А жизнь текла себе по своим незыблемым законам: у скворцов вывелись птенцы, всякий раз, когда родители приносили корм, они громко орали трескучими голосами; воробьи отбивались от стрижей, которые пытались их выставить из скворечника, оккупированного еще с зимы. Даже скворцы не смогли их выжить, ласточки со звонким щебетанием прилеплялись к доскам под самой крышей, но пока домики свои не лепили, стремительно носились над озером, взмывая над бором. Солнце с раннего утра до позднего вечера палило иссохшую землю. Было поднявшаяся трава призавяла. Зато осока буйно росла у берегов. Гена каждый вечер поливал грядки из резинового шланга и лейки, однако лук никак не хотел выбрасывать свои зеленые стрелки, что вызывало у Козлина негодование. Выказывал он его довольно странно: опершись на черенок лопаты, подолгу смотрел на влажную, но, увы, мертвую грядку, качал головой, кряхтел, сердито сплевывал, окурки старательно сажал в землю рядом с луком. Зачем он это делал, я не знал, а спрашивать не хотелось. Я вытаскивал пишущую машинку на лужайку, ставил на низенький мною сколоченный столик, раздевался до трусов, садился на скамейку, раскладывал папки с рукописью, чистой бумагой, а чтобы ветер не раскидал листы, прижимал их деревянными чурбаками и плашками. Скворцы и воробьи не обращали на меня внимания, занимались своими делами, и я постепенно втягивался в работу. Интересная штука получается! Без работы я чувствую себя как бы неприкаянным, бесцельно живущим, все время меня гложет мысль, что время идет, а я бездельничаю.
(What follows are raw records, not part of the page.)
//! Resampling in the fused path: a block's spectra minus the reference into
//! lane order (one A-line per SIMD lane, pixel-major), the natural cubic
//! spline's second derivatives by the precomputed tridiagonal sweeps on all
//! lanes at once, and the interpolation onto the uniform k grid (scattered
//! into FFT rows, or evaluated inside the lane FFT's first level), in
//! scalar, AVX2 and AVX-512 forms.
//!
//! Must match `stages::k_linearization` (the same spline, the same
//! `curvature_weights` and `natural_spline_factors`) and, before it,
//! `stages::background` (the subtraction of the reference spectrum).

use rustfft::num_complex::Complex32;

use super::lane_fft::Interpolation;
use super::{FusedPlan, Lane, Sample, Workspace, LANES, ROW_PAD};
use crate::pipeline::kernel::Variant;
use crate::stages::k_linearization::{curvature_weights, natural_spline_factors};

/// Natural cubic spline tables in pixel order (k increasing or decreasing
/// with the pixel index), built like `stages::k_linearization` builds its
/// own in increasing-k order: the same interpolant.
pub(super) struct PixelOrderSpline {
    pub(super) interval: Vec<u32>,
    pub(super) left_weight: Vec<f64>,
    pub(super) left_curvature: Vec<f64>,
    pub(super) right_curvature: Vec<f64>,
    pub(super) h: Vec<f64>,
    pub(super) inv_h: Vec<f64>,
    pub(super) c_prime: Vec<f64>,
    pub(super) inv_pivot: Vec<f64>,
}

impl PixelOrderSpline {
    pub(super) fn new(wavelength_nm: &[f64], k_min: f64, k_max: f64, samples: usize) -> Self {
        let k: Vec<f64> = wavelength_nm.iter().map(|&l| crate::physics::wavenumber_per_um(l)).collect();
        let n = k.len();
        let h: Vec<f64> = k.windows(2).map(|w| w[1] - w[0]).collect();
        let increasing = k[n - 1] > k[0];
        let mut interval = Vec::with_capacity(samples);
        let (mut left_weight, mut left_curvature, mut right_curvature) = (Vec::new(), Vec::new(), Vec::new());
        for j in 0..samples {
            let t = if j + 1 == samples { k_max } else { k_min + (k_max - k_min) * j as f64 / (samples - 1) as f64 };
            // First q with t between k[q] and k[q+1] (binary search on the monotonic map).
            let q = if increasing {
                k.partition_point(|&v| v < t).clamp(1, n - 1) - 1
            } else {
                k.partition_point(|&v| v > t).clamp(1, n - 1) - 1
            };
            let a = ((k[q + 1] - t) / h[q]).clamp(0.0, 1.0);
            let (lc, rc) = curvature_weights(a, h[q]);
            interval.push(q as u32);
            left_weight.push(a);
            left_curvature.push(lc);
            right_curvature.push(rc);
        }
        let (c_prime, inv_pivot) = natural_spline_factors(&h);
        let inv_h = h.iter().map(|v| 1.0 / v).collect();
        PixelOrderSpline { interval, left_weight, left_curvature, right_curvature, h, inv_h, c_prime, inv_pivot }
    }
}

/// One lane vector on its own 64-byte cache line.
#[repr(C, align(64))]
#[derive(Clone, Copy)]
struct AlignedLane(Lane);

/// Lane vectors, each on one cache line. (A plain Vec of `[f32; 16]` is
/// only 4-byte aligned, and glibc's large blocks start 16 bytes into a page,
/// so every vector load and store would straddle two lines.)
pub(super) struct LaneBuffer(Vec<AlignedLane>);

impl LaneBuffer {
    pub(super) fn new(len: usize) -> Self {
        LaneBuffer(vec![AlignedLane([0.0; LANES]); len])
    }
}

impl std::ops::Deref for LaneBuffer {
    type Target = [Lane];
    fn deref(&self) -> &[Lane] {
        // SAFETY: AlignedLane is repr(C) around one Lane with the same size
        // (64 bytes), so the slice reinterprets element for element.
        unsafe { std::slice::from_raw_parts(self.0.as_ptr().cast::<Lane>(), self.0.len()) }
    }
}

impl std::ops::DerefMut for LaneBuffer {
    fn deref_mut(&mut self) -> &mut [Lane] {
        // SAFETY: as in deref.
        unsafe { std::slice::from_raw_parts_mut(self.0.as_mut_ptr().cast::<Lane>(), self.0.len()) }
    }
}
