//! The fused fast path: the same reconstruction as the stage chain of
//! [`Plan`], in f32, with every step before the FFT done in one pass over a
//! block of A-lines.
//!
//! Everything between the camera and the FFT is linear in the spectrum, so
//! per A-line the path is: samples (native type) − reference spectrum →
//! natural cubic spline (or linear) onto the k grid → × one precomputed
//! complex factor per k sample (dispersion phase × spectral shaping ×
//! window) → FFT → |·|² → dB by a polynomial log2 → output row.
//!
//! A-lines go through in blocks of [`LANES`]: the block is stored
//! pixel-major with one A-line per lane, so the spline's serial tridiagonal
//! sweeps and the interpolation run on all lanes at once (SIMD). On CPUs
//! with AVX-512 the block then stays in that order to the end: the FFT is
//! [`super::lane_fft`] (16 transforms per vector, the interpolation × factor
//! computed inside its first level), and the dB pass reads the depth bins
//! from the FFT's output order and stores 16 adjacent image columns per
//! vector: the only change of layout is the transpose of the camera samples
//! into lane order. Elsewhere (AVX2+FMA, or the baseline), each lane is
//! scattered into its own FFT row for one rustfft call per line, and |X|²,
//! dB and the transpose into the image go together in one pass. No
//! allocation per A-line: each worker thread owns one workspace. The plain
//! stage modules stay the reference implementation; tests hold every
//! variant of this path to them within 1e-4 of the peak amplitude.

use ndarray::{Array2, ArrayView2};
use rayon::prelude::*;
use rustfft::num_complex::Complex32;
use rustfft::{Fft, FftPlanner};
use std::sync::atomic::{AtomicU64, Ordering};
use std::sync::Arc;
use std::time::Instant;

use super::lane_fft::{Interpolation, LaneComplex, LaneFft, Resampled};
use super::plan::Plan;
use crate::io::capture::RawFrame;
use crate::stages::background::{median_spectrum, BackgroundSource};
use crate::stages::dispersion::{correction_phase, normalised_coordinate};
use crate::stages::k_linearization::{curvature_weights, natural_spline_factors};
use crate::stages::log_compression::AMPLITUDE_FLOOR;

/// A-lines processed together, one per SIMD lane.
pub const LANES: usize = 16;

/// Padding (f32 values) after each line of a block's spectra,
/// and (complex values) after each FFT row: line strides that are a power
/// of two put all 16 lines of a block into the same L1 cache set, so the
/// transposes between line order and lane order miss on every access.
const ROW_PAD: usize = 16;
const FFT_ROW_PAD: usize = 8;
type Lane = [f32; LANES];
/// 10·log10(2): dB of power per unit of log2.
const DB_PER_LOG2: f32 = 10.0 * std::f32::consts::LOG10_2;
/// Degree of the log2 polynomial (see [`FastLog2`]).
const LOG2_DEGREE: usize = 6;
/// The log2 range reduction, shared by the scalar, AVX2 and AVX-512 code:
/// the bits of 0.75 (x = 2^e·m with m ∈ [0.75, 1.5)), and the map of m onto
/// the polynomial's u ∈ [−1, 1): u = (m − 1.125) / 0.375.
const LOG2_RANGE_BITS: i32 = 0x3f40_0000;
const LOG2_CENTRE: f32 = 1.125;
const LOG2_INV_HALF_WIDTH: f32 = 1.0 / 0.375;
А вот когда машинка весело застучит, казалось бы, должно прийти удовлетворение, как бы не так! Каждую страницу я верчу в руках, слова бесенята прыгают перед глазами, вроде бы, все гладко, нормально, а червь сомнения точит и точит, мол, не так ты написал, другие нужны слова... Напечатаешь иногда три — пять страниц — это для меня рекорд — и опять вместо радости одолевают сомнения: не слишком ли легко пошло? Не мало ли думаешь над каждым словом, фразой? Короче говоря, никогда наверняка не знаешь, хорошо ты выполнил свою дневную норму или плохо. Мастер может повертеть в руках готовую вещь, погладить ее, полюбоваться отделкой, а писатель — нет. Слово — не вещь, его не потрогаешь, не погладишь, да и любоваться на него не приходится. Одно слово — это пылинка. Из слов слагаются фразы, из фраз — страницы. И все-таки потом, вечером, перед прогулкой к Федорихе, я чувствую себя приятно опустошенным; как бы там ни было, а я днем славно поработал, не попусту прошел мой день. И это состояние умиротворенности не покидает меня до «отбоя», как Гена Козлин называет отход ко сну. Я не умею засыпать быстро, иногда часами ворочаюсь, размышляю, а Гена лишь приклонит к подушке голову — и отключился. Осенью, когда он перебирается с чердака в комнату на лежанку, мы ведем с ним долгие разговоры. Говорю я, а он слушает. И лишь его храп останавливает меня. Клюет он носом и когда смотрим по телевизору фильм. На программу «Время» его хватает, а на кино — нет.

Сегодня Гена отпиливает от старых яблонь отсохшие ветви, складывает их у забора — потом сожжет. Чертыхаясь, рассказывает, как зайцы зимой обгрызают нежные побеги молодых саженцев яблонь — Гена привез их два года назад из питомника. И каждую зиму повадившийся к нам косой обгрызает верхушки саженцев. Нужно обкладывать с осени молодые яблони вереском или колючими еловыми ветвями, тогда заяц до них не доберется. Весной и летом мы с Геной об этом говорим, а осенью забываем защитить свои яблони. По-видимому, так никогда они и не вырастут.